چكيده به لاتين
In this research activity, nitrogen doped graphene and Zno nanorods synthesized by hydrothermal method. In the next step, nitrogen doped graphene-Zno nanorods composite samples were prepared from Zno nanorods and nitrogen doped graphene with different concentrations by spin coater method. To investigate the photocatalytic degradation caused by visible light, the synthesized catalysts were immersed in a violet crystal pigment solution.
The samples were characterized by Scanning electron microscope(SEM),x-ray diffraction(XRD),Fourier transform infrared(FT-IR)and UV-Visible(UV-Vis)spectroscopy.SEM was used to study the morphologhy of the samples. SEM images of Zno nanorods showed that the Zno nanorods were 50 nm in diameter and uniform.To investigate the phase consisting of the samples, XRD analysis was performed, the XRD pattern of the samples showed that in nanocomposites, the Zno was crystallized in the Wurtzite structure and grown in the direction of the plane (0 0 2) and also showed the disappearance of nitrogen doped graphene peaks.It is due to the low diffraction of graphene doped with nitrogen on Zno nanorods. FT-IR spectroscopy was carried out to investigate the reduction of graphene oxide and the addition of nitrogen to the graphene, showing observations of reduced graphene oxide and graphene doping to nitrogen.UV-VIS spectroscopy was performed to investigate the photocatalytic properties of the synthesized nanocomposites.
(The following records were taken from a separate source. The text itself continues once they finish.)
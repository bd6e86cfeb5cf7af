using System.Collections.Immutable;
using System.Runtime.InteropServices;
using PanelChoice.Study;

namespace PanelChoice.Data;

/// <summary>A way in which a column of the file is read; a column may be read in several ways.</summary>
/// <param name="Source">Name of the column in the file.</param>
/// <param name="Into">What takes its cells.</param>
internal sealed record ColumnReading(string Source, CellColumn Into);

/// <summary>All columns of a table while its file is read, whatever the file's format.</summary>
internal sealed class ChoiceColumns
{
    private readonly StudySpecification study;
    private readonly TextColumn person;
    private readonly TextColumn alternative;
    private readonly OccasionColumn? occasion;
    private readonly FlagColumn chosen;
    private readonly FlagColumn? offered;
    private readonly NumberColumn? weight;
    private readonly List<NumberColumn> numbers = [];
    private readonly List<TextColumn> texts = [];
    private readonly ColumnBuffer<long> sourceRow = new();
    private readonly CellColumn[] besidesPerson;

    /// <summary>The columns of a study's table.</summary>
    /// <param name="study">The study.</param>
    /// <param name="outline">What a first reading found, when the file is read again; null at the first.</param>
    public ChoiceColumns(StudySpecification study, TableOutline? outline = null)
    {
        this.study = study;
        Needed = NeededColumns.Of(study);
        var panel = study.Panel;
        var readings = new List<ColumnReading>();
        // The offered column comes first, because it decides which cells of its row may be empty.
        offered = panel.Offered is { } o ? Reading(o, new FlagColumn(panel.File, o, otherwise: true)) : null;
        person = Reading(panel.Person, new TextColumn(panel.File, panel.Person, isKey: true, outline?.Persons ?? []));
        occasion = panel.Occasion is { } when ? Reading(when, new OccasionColumn(panel.File, when, outline?.OccasionKind ?? OccasionKind.None)) : null;
        alternative = Reading(panel.Alternative, new TextColumn(panel.File, panel.Alternative, isKey: true, outline?.Alternatives ?? []));
        chosen = Reading(panel.Chosen, new FlagColumn(panel.File, panel.Chosen, otherwise: false));
        weight = panel.Weight is { } w ? Reading(w, new NumberColumn(panel.File, w)) : null;
        foreach (var name in Needed.Numbers) numbers.Add(Reading(name, new NumberColumn(panel.File, name)));
        foreach (var name in Needed.Texts) texts.Add(Reading(name, new TextColumn(panel.File, name, isKey: false, outline?.Texts[name] ?? [])));
        Readings = [.. readings];
        besidesPerson = [.. readings.Select(r => r.Into).Where(c => c != person)];
        StoredBytes = sizeof(int) + sizeof(long) + besidesPerson.Sum(c => c.StoredBytes);

        T Reading<T>(string source, T into)
            where T : CellColumn
        {
            readings.Add(new ColumnReading(source, into));
            return into;
        }
    }

    /// <summary>The columns of the file that are read.</summary>
    public NeededColumns Needed { get; }

    /// <summary>Every way in which a column is read; where there is an offered column, it is the first.</summary>
    public ImmutableArray<ColumnReading> Readings { get; }

    /// <summary>What is wrong with the file as a whole, or with a row as a whole.</summary>
    public ProblemList Problems { get; } = new();

    /// <summary>Called where rows are complete in every column, so that they may be handed over or forgotten.</summary>
    public Action? RowsAdded { get; set; }

    /// <summary>Number of rows begun and still held.</summary>
    public int Rows => sourceRow.Count;

    /// <summary>Person of each row held, coded in the order in which persons first came up.</summary>
    public ReadOnlySpan<int> PersonCodes => person.Codes;

    /// <summary>Begins a row.</summary>
    public void BeginRow(long row) => sourceRow.Add(row);

    /// <summary>Where a cell stands, once the row's cell in the offered column has been added (if there is such a column).</summary>
    /// <param name="index">Index of the row among those begun.</param>
    public CellPlace PlaceOf(int index) => new(sourceRow[index], offered is null || offered.Count <= index || offered[index]);

    /// <summary>Where the cells of the rows from an index on stand, as <see cref="PlaceOf"/> tells it.</summary>
    public CellPlace[] PlacesFrom(int index)
    {
        var places = new CellPlace[Rows - index];
        for (var i = 0; i < places.Length; i++) places[i] = PlaceOf(index + i);
        return places;
    }

    /// <summary>Makes room for more rows.</summary>
    public void Reserve(int more)
    {
        sourceRow.Reserve(more);
        foreach (var reading in Readings) reading.Into.Reserve(more);
    }

    /// <summary>Bytes of a row that <see cref="Store"/> writes.</summary>
    public int StoredBytes { get; }

    /// <summary>Writes a row held: the person's code first, by which <see cref="PersonOf"/> tells rows apart.</summary>
    public void Store(int index, Span<byte> to)
    {
        MemoryMarshal.Write(to, person.Codes[index]);
        MemoryMarshal.Write(to[sizeof(int)..], sourceRow[index]);
        to = to[(sizeof(int) + sizeof(long))..];
        foreach (var column in besidesPerson)
        {
            column.Store(index, to);
            to = to[column.StoredBytes..];
        }
    }

    /// <summary>Person's code in a row that <see cref="Store"/> wrote.</summary>
    public static int PersonOf(ReadOnlySpan<byte> row) => MemoryMarshal.Read<int>(row);

    /// <summary>Adds a row that <see cref="Store"/> wrote.</summary>
    public void Restore(ReadOnlySpan<byte> from)
    {
        person.Restore(from);
        sourceRow.Add(MemoryMarshal.Read<long>(from[sizeof(int)..]));
        from = from[(sizeof(int) + sizeof(long))..];
        foreach (var column in besidesPerson)
        {
            column.Restore(from);
            from = from[column.StoredBytes..];
        }
    }

    /// <summary>Drops all rows held; what was wrong with them stays noted.</summary>
    public void Forget()
    {
        var rows = Rows;
        foreach (var reading in Readings) reading.Into.Forget(rows);
        sourceRow.Forget(rows);
    }

    /// <summary>Everything wrong so far; empty where the file can be used.</summary>
    /// <param name="rows">Number of rows read, held or not.</param>
    public ImmutableArray<Problem> AllProblems(long rows)
    {
        ProblemList[] lists = [Problems, .. Readings.Select(r => r.Into.Problems)];
        if (!Array.TrueForAll(lists, list => list.IsEmpty)) return ProblemList.InRowOrder(lists);
        return rows > 0 ? [] : [new Problem("data.no_rows", study.Panel.File, "there are no rows below the column names", "give the panel's rows")];
    }

    /// <summary>The table, or all problems.</summary>
    /// <param name="sha256">Hash of the file's bytes.</param>
    public Checked<ChoiceTable> Finish(string sha256)
    {
        var wrong = AllProblems(Rows);
        return wrong.IsEmpty
            ? Checked<ChoiceTable>.Good(Take(Rows, sha256, person.Finish(), alternative.Finish(), texts.ToImmutableDictionary(t => t.Name, t => t.Finish(), StringComparer.Ordinal)))
            : Checked<ChoiceTable>.Bad(wrong);
    }

    /// <summary>What the first reading found out about the file as a whole.</summary>
    /// <param name="sha256">Hash of the file's bytes.</param>
    /// <param name="rows">Number of rows read.</param>
    public TableOutline Outline(string sha256, long rows) => new(
        study.Panel.File, sha256, rows, occasion?.Kind ?? OccasionKind.None, Ordered(person, NameOrder.Of), Ordered(alternative, null),
        texts.ToImmutableDictionary(t => t.Name, t => Ordered(t, null), StringComparer.Ordinal));

    /// <summary>Names of persons in the order in which they first came up.</summary>
    public ImmutableArray<string> PersonsAsTheyCame() => person.Names();

    /// <summary>
    /// Hands over the first rows, which hold whole persons in the panel's order, as a table of these persons alone; other columns keep the codes of the
    /// whole file. Null where the file shows something that the first reading did not see.
    /// </summary>
    /// <param name="rows">Number of rows.</param>
    /// <param name="outline">What the first reading found.</param>
    public ChoiceTable? TakePersons(int rows, TableOutline outline)
    {
        if (!IsAsIn(outline)) return null;
        var codes = person.Take(rows);
        var (first, last) = (codes[0], codes[^1]);
        return Take(
            rows, outline.Sha256,
            new CodedColumn([.. codes.Select(c => c - first)], outline.Persons[first..(last + 1)]),
            new CodedColumn(alternative.Take(rows), outline.Alternatives),
            texts.ToImmutableDictionary(t => t.Name, t => new CodedColumn(t.Take(rows), outline.Texts[t.Name]), StringComparer.Ordinal));
    }

    /// <summary>Whether rows read again, so far, show nothing that the first reading did not see.</summary>
    public bool IsAsIn(TableOutline outline) =>
        !person.HasUnknown && !alternative.HasUnknown && !texts.Exists(t => t.HasUnknown) && (occasion?.Kind ?? OccasionKind.None) == outline.OccasionKind
        && AllProblems(outline.Rows).IsEmpty;

    private static ImmutableArray<string> Ordered(TextColumn column, Func<ImmutableArray<string>, int[]>? order)
    {
        var values = column.Names();
        return order is null ? values.Sort(StringComparer.Ordinal) : [.. order(values).Select(i => values[i])];
    }

    private ChoiceTable Take(int rows, string sha256, CodedColumn persons, CodedColumn alternatives, ImmutableDictionary<string, CodedColumn> textsTaken) => new(
        study.Panel.File,
        sha256,
        sourceRow.Take(rows),
        persons,
        occasion?.Kind ?? OccasionKind.None,
        occasion?.Take(rows) ?? [.. new long[rows]],
        alternatives,
        chosen.Take(rows),
        offered?.Take(rows) ?? [.. Enumerable.Repeat(true, rows)],
        weight?.Take(rows) ?? [],
        numbers.ToImmutableDictionary(n => n.Name, n => n.Take(rows), StringComparer.Ordinal),
        textsTaken);
}
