using System.Collections.Immutable;
using PanelChoice.Covariates;
using PanelChoice.Inference;
using PanelChoice.Study;

namespace PanelChoice.Findings;

/// <summary>How far pooled standard errors overstate precision, and what the honest ones rest on.</summary>
internal static class PrecisionFindings
{
    // A cluster whose removal moves an estimate by more than one standard error deserves a look (Belsley, Kuh and Welsch 1980, "Regression
    // Diagnostics", the size-free rule for scaled changes; quoted from memory).
    private const double LargeChange = 1;

    // Below this many the clustered standard error with t(G - 1) missed in 8 percent of panels against a nominal 5, with 20 clusters in 12 (pooled logit, a term
    // held by a fifth of the persons; simulations made for this project).
    private const int FewClusters = 40;

    // 27.6 percent of 1,500 simulated independent panels of 15 persons (simulations made for this project).
    private const string FewPersonsByChance = "with 15 persons a ratio above 1.2 shows up by chance in a quarter of panels that are independent";

    public static IEnumerable<Finding> Of(FindingsInput input)
    {
        if (!input.HasErrors) yield break;
        var inference = input.Inference;
        var ratios = inference.Parameters
            .Where(p => p.SeRatio is { } r && double.IsFinite(r))
            .Select(p => (Parameter: input.Layout.Parameters[p.Parameter], Ratio: p.SeRatio!.Value, p.EquivalentOccasions))
            .ToList();
        if (ratios.Count == 0)
        {
            foreach (var finding in Refusals(inference, input.Study.Inference.SecondCluster is not null)) yield return finding;
            yield break;
        }

        foreach (var habit in ratios.Where(r => r.Parameter.Role == CovariateRole.PastChoice))
            yield return new Finding(
                "precision.habit", FindingTopic.Precision, FindingSeverity.Information,
                $"The clustered standard error of '{habit.Parameter.Label}' is {PlainNumber.Ratio(habit.Ratio)} times the pooled one"
                + (habit.EquivalentOccasions is { } worth && habit.Ratio > 1
                    ? $": for this term {PlainNumber.Counted(input.Model.Design.Situations, "occasion")} are worth about {PlainNumber.Count(worth)} independent ones."
                    : "."),
                [new FindingFigure(habit.Parameter.Label, habit.Ratio)]);

        var median = Median(ratios.Select(r => r.Ratio));
        var largest = ratios.MaxBy(r => r.Ratio);
        var reading = input.IsCrossSection
            ? "With one occasion each there are no ties between occasions: a ratio far from 1 speaks of probabilities that the model does not get right."
            : $"This describes; the test is the detector: {FewPersonsByChance}.";
        yield return new Finding(
            "precision.overall", FindingTopic.Precision, FindingSeverity.Information,
            $"Over all terms the clustered standard error is {PlainNumber.Ratio(median)} times the pooled one in the median and at most "
            + $"{PlainNumber.Ratio(largest.Ratio)} times ('{largest.Parameter.Label}'). {reading}",
            [new FindingFigure("median", median), new FindingFigure("largest", largest.Ratio)]);

        List<double> jackknife = [.. inference.Parameters.Where(p => p.JackknifeSeRatio is not null).Select(p => p.JackknifeSeRatio!.Value)];
        if (jackknife.Count > 0)
            yield return new Finding(
                "precision.jackknife", FindingTopic.Precision, FindingSeverity.Information,
                $"With {inference.Clusters.Count} clusters the jackknife is the better yardstick: its standard error is "
                + $"{PlainNumber.Ratio(Median(jackknife))} times the pooled one in the median and at most {PlainNumber.Ratio(jackknife.Max())} times.",
                [new FindingFigure("median", Median(jackknife)), new FindingFigure("largest", jackknife.Max())]);

        foreach (var finding in Few(input, inference)) yield return finding;
        foreach (var finding in Influence(input, inference)) yield return finding;
        foreach (var finding in Refusals(inference, input.Study.Inference.SecondCluster is not null)) yield return finding;
    }

    /// <summary>Terms that rest on few clusters although there are many, or on a small part of the few there are.</summary>
    private static IEnumerable<Finding> Few(FindingsInput input, InferenceResult inference)
    {
        if (input.IsCrossSection) yield break;
        var count = inference.Clusters.Count;
        // With fewer effective clusters than these the clustered standard error is read like one from so few clusters (Carter, Schnepel and Steigerwald 2017);
        // where few more or fewer there are, what is said is only which terms rest on less than half of them.
        var fewest = Math.Min(FewClusters, count / 2.0);
        var few = inference.Parameters.Where(p => p.Leverage is { } l && l.Effective < fewest).OrderBy(p => p.Leverage!.Effective).ToList();
        if (few.Count == 0) yield break;
        var shown = few.Take(3).Select(p => $"'{input.Layout.Parameters[p.Parameter].Label}' on about {PlainNumber.Count(p.Leverage!.Effective)}");
        yield return new Finding(
            "precision.few_drive", FindingTopic.Precision, FindingSeverity.Notice,
            $"Not every term rests on all {PlainNumber.Count(count)} clusters: {string.Join(", ", shown)}"
            + (few.Count > 3 ? $" and {few.Count - 3} more." : ".")
            + " There the clustered standard error tends to be too small, as with so few clusters; the bias-reduced one with its own degrees of freedom allows for it.",
            [.. few.Select(p => new FindingFigure(input.Layout.Parameters[p.Parameter].Label, p.Leverage!.Effective))]);
    }

    private static IEnumerable<Finding> Influence(FindingsInput input, InferenceResult inference)
    {
        var strongest = (from i in inference.Clusters.MostInfluential
                         let se = input.Figures(i.Parameter, CovarianceKind.Cluster)?.StandardError
                         where se > 0
                         select (i.Cluster, i.Parameter, Scaled: Math.Abs(i.Change) / se.Value)).OrderByDescending(x => x.Scaled).ToList();
        if (strongest.Count == 0 || strongest[0].Scaled < LargeChange) yield break;
        var (cluster, parameter, scaled) = strongest[0];
        yield return new Finding(
            "precision.influential", FindingTopic.Precision, FindingSeverity.Notice,
            $"Without {inference.Clusters.By} {inference.Clusters.Names[cluster]} the estimate of '{input.Layout.Parameters[parameter].Label}' would move by {PlainNumber.Ratio(scaled)} "
            + $"clustered standard errors{(inference.Clusters.InfluenceFrom == JackknifeKind.OneStep ? " (by one Newton step)" : "")}: look at that record before relying on the term.",
            [new FindingFigure(input.Layout.Parameters[parameter].Label, scaled)]);
    }

    private static IEnumerable<Finding> Refusals(InferenceResult inference, bool asksForTwoWay)
    {
        foreach (var kind in Enum.GetValues<CovarianceKind>())
        {
            if (kind == CovarianceKind.ClusterUncorrected || (kind == CovarianceKind.TwoWay && !asksForTwoWay)) continue;
            // With many clusters nothing hangs on the adjustment for leverage.
            if (kind == CovarianceKind.BiasReduced && inference.Clusters.Count >= FewClusters) continue;
            if (!inference.Covariances.TryGetValue(kind, out var estimate)) continue;
            if (estimate.Refusal is { } reason && (kind != CovarianceKind.Bootstrap || inference.Bootstrap is not null)
                && (kind != CovarianceKind.Jackknife || inference.Jackknife is not null))
                yield return new Finding("precision.refused", FindingTopic.Precision, FindingSeverity.Warning, Sentence(kind, reason), []);
        }
    }

    private static string Sentence(CovarianceKind kind, string reason) =>
        $"There is no {InWords(kind)} standard error: {reason.TrimEnd('.')}.";

    internal static string InWords(CovarianceKind kind) => kind switch
    {
        CovarianceKind.OuterProduct => "outer-product",
        CovarianceKind.Cluster or CovarianceKind.ClusterUncorrected => "clustered",
        CovarianceKind.TwoWay => "two-way",
        CovarianceKind.BiasReduced => "bias-reduced",
        _ => kind.ToString().ToLowerInvariant(),
    };

    /// <summary>The word that stands for a kind in ids and machine-readable files.</summary>
    internal static string IdOf(CovarianceKind kind) => kind switch
    {
        CovarianceKind.OuterProduct => "outer_product",
        CovarianceKind.ClusterUncorrected => "cluster_uncorrected",
        CovarianceKind.TwoWay => "two_way",
        CovarianceKind.BiasReduced => "bias_reduced",
        _ => kind.ToString().ToLowerInvariant(),
    };

    internal static double Median(IEnumerable<double> values)
    {
        var sorted = values.Order().ToImmutableArray();
        return sorted.Length % 2 == 1 ? sorted[sorted.Length / 2] : 0.5 * (sorted[(sorted.Length / 2) - 1] + sorted[sorted.Length / 2]);
    }
}
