namespace PanelChoice.Data;

/// <summary>A temporary file of runs of rows, one after the other. Its name is gone as soon as the system allows, so that nothing can stay behind.</summary>
internal sealed class RunFile : IDisposable
{
    private readonly FileStream file;

    private RunFile(FileStream file) => this.file = file;

    /// <summary>Where each run begins and ends.</summary>
    public List<(long Start, long End)> Runs { get; } = [];

    /// <summary>Begins a file in the folder of another.</summary>
    /// <exception cref="DiskWriteException">It cannot be made.</exception>
    public static RunFile Beside(string other) => new(DiskWriteException.Guard(() =>
    {
        var path = Path.Combine(Path.GetDirectoryName(other)!, $".{Path.GetFileName(other)}.{Guid.NewGuid():N}.rows");
        var made = new FileStream(path, FileMode.CreateNew, FileAccess.ReadWrite, FileShare.None, 1 << 18, FileOptions.DeleteOnClose);
        // A file that is open needs no name here: without one it goes with the process, however that ends.
        if (!OperatingSystem.IsWindows()) File.Delete(path);
        return made;
    }));

    /// <summary>Bytes that are free for files in a folder; the largest number where the system does not tell.</summary>
    public static long FreeBytes(string folder)
    {
        try
        {
            return new DriveInfo(OperatingSystem.IsWindows() ? Path.GetPathRoot(folder)! : folder).AvailableFreeSpace;
        }
        catch (Exception e) when (e is IOException or UnauthorizedAccessException or ArgumentException)
        {
            // Some network drives do not say; the writing itself will.
            return long.MaxValue;
        }
    }

    /// <summary>Begins a run.</summary>
    public void BeginRun() => Runs.Add((file.Position, file.Position));

    /// <summary>Adds a row to the run.</summary>
    /// <exception cref="DiskWriteException">It cannot be written.</exception>
    public void Write(ReadOnlySpan<byte> row)
    {
        try
        {
            file.Write(row);
        }
        catch (IOException e)
        {
            throw new DiskWriteException(e);
        }
    }

    /// <summary>Ends the run.</summary>
    /// <exception cref="DiskWriteException">It cannot be written.</exception>
    public void EndRun()
    {
        DiskWriteException.Guard(() =>
        {
            file.Flush();
            return file;
        });
        Runs[^1] = (Runs[^1].Start, file.Position);
    }

    /// <summary>Fills a buffer from a place.</summary>
    /// <exception cref="DiskWriteException">It cannot be read back.</exception>
    public void Read(Span<byte> into, long at)
    {
        try
        {
            while (into.Length > 0)
            {
                var read = RandomAccess.Read(file.SafeFileHandle, into, at);
                if (read == 0) throw new EndOfStreamException("a temporary file ends before it should");
                into = into[read..];
                at += read;
            }
        }
        catch (IOException e)
        {
            throw new DiskWriteException(e);
        }
    }

    /// <summary>Closes and removes the file.</summary>
    public void Dispose()
    {
        // What could not be written any more is wanted by nobody.
        try
        {
            file.Dispose();
        }
        catch (IOException)
        {
            file.SafeFileHandle.Dispose();
        }
    }
}

/// <summary>Reads a run of a file row by row, through a buffer.</summary>
internal sealed class RunReader(RunFile file, int run, Memory<byte> buffer, int rowBytes)
{
    private readonly long end = file.Runs[run].End;
    private long at = file.Runs[run].Start;
    private int place;
    private int filled;

    /// <summary>The row that <see cref="Advance"/> came to.</summary>
    public ReadOnlySpan<byte> Row => buffer.Span.Slice(place - rowBytes, rowBytes);

    /// <summary>Goes on to the next row; false at the end.</summary>
    public bool Advance()
    {
        if (place == filled)
        {
            filled = (int)Math.Min(buffer.Length, end - at);
            place = 0;
            if (filled == 0) return false;
            file.Read(buffer.Span[..filled], at);
            at += filled;
        }

        place += rowBytes;
        return true;
    }
}
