#!/bin/bash
# The job after the array: joins the parts in DIR and writes the result there. It runs also where a task failed, because 'gather' itself
# names what is missing and how to make it. PANELCHOICE names the program.
#
#     sbatch gather.sh DIR
#SBATCH --job-name=panelchoice-gather
#SBATCH --open-mode=append
set -euo pipefail
folder=$1
program=${PANELCHOICE:-panelchoice}
case $program in *.dll) run=(dotnet "$program") ;; *) run=("$program") ;; esac
exec "${run[@]}" gather "$folder" --threads "${SLURM_CPUS_PER_TASK:-1}"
The UV-VIS spectra analysis showed that composites with varying percentages of nitrogen doped graphene, nitrogen impregnated 6%, 4%, and 2%, compared with Zno nanorods, degraded the crystal violet by 75%, 77%, and 79%, compared to catalyst Zno nanorods with 69% degradation, respectively. Improved the photocatalytic degradation process of Zno nanorods and showed the highest photocatalytic degradation among the synthesized samples of %2NG-ZnO nanorods after 120 minutes under visible light irradiation.